**Instructions for the task**
Retype verbatim the lines of the listing, from the very first through the line with "const x = s.cellLength".

**Provided entries**

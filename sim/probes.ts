// Probe positions on the ladder: each probe reads the voltage between two real nodes with a linear
// weight, so a probe part-way along a line interpolates between the nodes around it.
import type { CircuitProbe } from './circuit.js';
import type { Ladder } from './ladder.js';

export interface ProbeTaps {
  /** The two slots a probe reads and the weight of the second: v[a] + w·(v[b] − v[a]). */
  a: Int32Array;
  b: Int32Array;
  weight: Float64Array;
}

/** Real slots of a segment's node k (0 … cells): its end nodes, or its interior slots. */
export function segmentNodeSlot(ladder: Ladder, segment: number, k: number): number {
  const s = ladder.segments[segment];
  return k <= 0 ? s.first : k >= s.cells ? s.last : s.base + k;
}

export function resolveProbes(probes: readonly CircuitProbe[], ladder: Ladder): ProbeTaps {
  const taps: ProbeTaps = { a: new Int32Array(probes.length), b: new Int32Array(probes.length), weight: new Float64Array(probes.length) };
  probes.forEach(({ place }, n) => {
    if (place.kind === 'node') {
      taps.a[n] = taps.b[n] = ladder.nodeSlot[place.node];
      return;
    }
    const s = ladder.segments[place.segment];
    const x = s.cellLength > 0 ? place.position / s.cellLength : 0;
    const k = Math.min(Math.floor(x), Math.max(s.cells - 1, 0));
    taps.a[n] = segmentNodeSlot(ladder, place.segment, k);
    taps.b[n] = segmentNodeSlot(ladder, place.segment, k + 1);
    taps.weight[n] = s.cells > 0 ? Math.min(x - k, 1) : 0;
  });
  return taps;
}

/** Writes probe values into column `sample` of `out` (shape [probes, samples], row-major). */
export function recordProbes(taps: ProbeTaps, v: Float64Array, out: Float64Array, samples: number, sample: number): void {
  const { a, b, weight } = taps;
  for (let p = 0; p < a.length; p++) {
    const va = v[a[p]];
    out[p * samples + sample] = va + weight[p] * (v[b[p]] - va);
  }
}
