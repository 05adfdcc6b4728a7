// The validated net the engine works on: every quantity is a plain number in SI base units
// (seconds, volts, ohms, henries, farads, metres, siemens). The application layer (src/scenario)
// turns a scenario file into this shape; the engine never sees strings with units.
import type { CoupledLine } from './coupled/line.js';
import type { FreqLine } from './lines/freq-model.js';

/** A first-order auxiliary term of a line's per-unit-length model, one state per cell. */
export interface AuxTerm {
  /** Series section: resistance R_k (ohm/m) of an R‖L section with L_k = R_k·τ. Shunt branch: C_k (F/m) of a series R–C with R_k·C_k = τ. */
  value: number;
  /** Time constant τ (s). */
  tau: number;
}

/**
 * Per-unit-length model of a uniform line: R' (ohm/m), L' (H/m), G' (S/m), C' (F/m). With
 * frequency-dependent loss, r/l/g/c are the DC resistance, the high-frequency inductance and
 * capacitance and the DC conductance, and `series`/`shunt` hold the auxiliary terms:
 * Z'(jω) = r + jωl + Σ R_k·jωτ_k/(1 + jωτ_k),  Y'(jω) = g + jωc + Σ jωC_k/(1 + jωτ_k).
 * `wideband` is the exact frequency-domain description those terms are fitted to; the engine fits
 * them for the band the run needs (see realize.ts) when they are absent.
 */
export interface LineRLGC {
  r: number;
  l: number;
  g: number;
  c: number;
  series?: AuxTerm[];
  shunt?: AuxTerm[];
  wideband?: FreqLine;
}

/**
 * A lumped part: the given elements in series. `r` ohms (0 when absent), `l` henries (0 when absent),
 * `c` farads (undefined when absent: no capacitor, i.e. a DC path). For a shunt part, `rail` is the
 * voltage the far end of the part is tied to (0 V by default).
 */
export interface Part {
  r: number;
  l: number;
  c?: number;
  rail: number;
}

export type Signal =
  | { kind: 'step'; from: number; to: number; start: number; rise: number }
  | { kind: 'pulse'; from: number; to: number; start: number; rise: number; width: number; fall: number }
  | { kind: 'clock'; low: number; high: number; period: number; rise: number; fall: number; duty: number; start: number }
  | { kind: 'bits'; low: number; high: number; bitTime: number; rise: number; fall: number; start: number; bits: Uint8Array; patternName: string }
  | { kind: 'table'; points: ReadonlyArray<readonly [number, number]> };

export type RouteItem =
  | { kind: 'line'; name: string; line: LineRLGC; length: number }
  | { kind: 'series'; name: string; part: Part }
  | { kind: 'shunt'; name: string; parts: Part[] }
  | { kind: 'branch'; name: string; branches: Branch[] };

/** A side route leaving the route at a branch item's node, ending at a receiver of its own. */
export interface Branch {
  route: RouteItem[];
  receiver: NamedReceiver;
}

/** A receiver: parts from its node to rails, in parallel; no parts = an open end (an open stub). */
export interface NamedReceiver {
  name: string;
  parts: Part[];
}

/** The main receiver's name when the net does not give one. */
export const MAIN_RECEIVER = 'receiver';

export type ProbeSpec =
  /** At a driver pin: `net` names a further net's (absent = the first net's). */
  | { name: string; at: 'driver'; net?: string }
  /** At a receiver's node: `receiver` names it (absent = the main receiver at the end of `route`). */
  | { name: string; at: 'receiver'; receiver?: string }
  | { name: string; at: 'line'; item: string; position: number }
  | { name: string; at: 'series'; item: string; side: 'in' | 'out' }
  | { name: string; at: 'shunt'; item: string }
  /** At a branch item's branch point. */
  | { name: string; at: 'branch'; item: string };

export interface RunSettings {
  /** Simulated time span (s); undefined = choose from the signal and the route's delay. */
  duration?: number;
  /** Minimum number of time steps per 10–90 % rise time of the fastest edge. */
  cellsPerRise: number;
  /** Interval between recorded samples (s); undefined = every time step. */
  sample?: number;
}

export interface Net {
  title: string;
  description?: string;
  driver: { signal: Signal; resistance: number };
  /** From the driver pin to the main receiver; branch items attach side routes (a tree, to any depth). */
  route: RouteItem[];
  /** Parts from the main receiver's node to rails, in parallel; empty = open end. */
  receiver: Part[];
  /** The main receiver's name (default MAIN_RECEIVER); every receiver's name is unique in the net. */
  receiverName?: string;
  probes: ProbeSpec[];
  run: RunSettings;
  /** Multi-net scenarios: the first net's name (the fields above are that net). */
  netName?: string;
  /** Further nets, each with its own driver, route and receivers; item and receiver names are unique across all nets. */
  nets?: SideNet[];
  /** Coupled sections joining line items of one or several nets. */
  coupled?: CoupledSpec[];
}

/** A further net of a multi-net scenario (a victim with a quiet driver, another aggressor). */
export interface SideNet {
  name: string;
  driver: { signal: Signal; resistance: number };
  route: RouteItem[];
  receiver: Part[];
  receiverName?: string;
}

/**
 * A coupled section: the line items running alongside (one per conductor, in the matrices' order; all
 * the same length) and their per-unit-length matrices. Each item's own `line` holds the conductor's self
 * terms (L_ii, C_ii, R_ii, G_ii), which views and delays use; the run uses the matrices.
 */
export interface CoupledSpec {
  name: string;
  conductors: string[];
  line: CoupledLine;
}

**Output below**
filename sim/probes.ts
// Probe positions on the ladder: each probe reads the voltage between two real nodes with a linear
// weight, so a probe part-way along a line interpolates between the nodes around it.
import type { CircuitProbe } from './circuit.js';
import type { Ladder } from './ladder.js';

export interface ProbeTaps {
  /** The two slots a probe reads and the weight of the second: v[a] + w·(v[b] − v[a]). */
  a: Int32Array;
  b: Int32Array;
  weight: Float64Array;
}

/** Real slots of a segment's node k (0 … cells): its end nodes, or its interior slots. */
export function segmentNodeSlot(ladder: Ladder, segment: number, k: number): number {
  const s = ladder.segments[segment];
  return k <= 0 ? s.first : k >= s.cells ? s.last : s.base + k;
}

export function resolveProbes(probes: readonly CircuitProbe[], ladder: Ladder): ProbeTaps {
  const taps: ProbeTaps = { a: new Int32Array(probes.length), b: new Int32Array(probes.length), weight: new Float64Array(probes.length) };
  probes.forEach(({ place }, n) => {
    if (place.kind === 'node') {
      taps.a[n] = taps.b[n] = ladder.nodeSlot[place.node];
      return;
    }
    const s = ladder.segments[place.segment];
    const x = s.cellLength > 0 ? place.position / s.cellLength : 0;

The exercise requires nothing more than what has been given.